Material supplied below:

"""Formulas of gate drive and commutation, on plain numbers in SI units.

Each names its published source; what is common knowledge of the trade says so.
"""

import math


def induced_gate_voltage(
    resistance: float, miller: float, inputs: float, rate: float, voltage: float
) -> float:
    """Volts that an edge pushes onto a gate held off through a resistance.

    R Cgd s (1 - exp(-V / (R Ciss s))), Ciss = Cgs + Cgd (`inputs`), s in V/s, V the edge's height:
    the exact answer of the first-order circuit for a ramp (expression from memory; checked by
    integration).
    """
    if rate <= 0.0 or resistance <= 0.0:
        return 0.0
    return resistance * miller * rate * -math.expm1(-voltage / (resistance * inputs * rate))


def capacitive_bound(miller: float, inputs: float, voltage: float) -> float:
    """Volts that the same edge pushes onto a gate that nothing holds: V Cgd / (Cgd + Cgs).

    The capacitive divider of the trade's application notes.
    """
    return voltage * miller / inputs


def gate_power(charge: float, swing: float, frequency: float) -> float:
    """Watts that charging and discharging a gate takes: Q dV f (application notes, from memory)."""
    return charge * swing * frequency


def bootstrap_charge(
    gate_charge: float, standing_current: float, on_time: float, extra_charge: float
) -> float:
    """Coulombs that a bootstrap capacitor gives in one on-time: Qg + I t + Qls.

    Level-shift charge Qls and all standing currents included (application notes on bootstrap
    supplies).
    """
    return gate_charge + standing_current * on_time + extra_charge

End of Material supplied.

→ **Work instruction**
Look at each line above and note whether it holds the word "math". Report how many do, as the number only.

→ **Your response**
2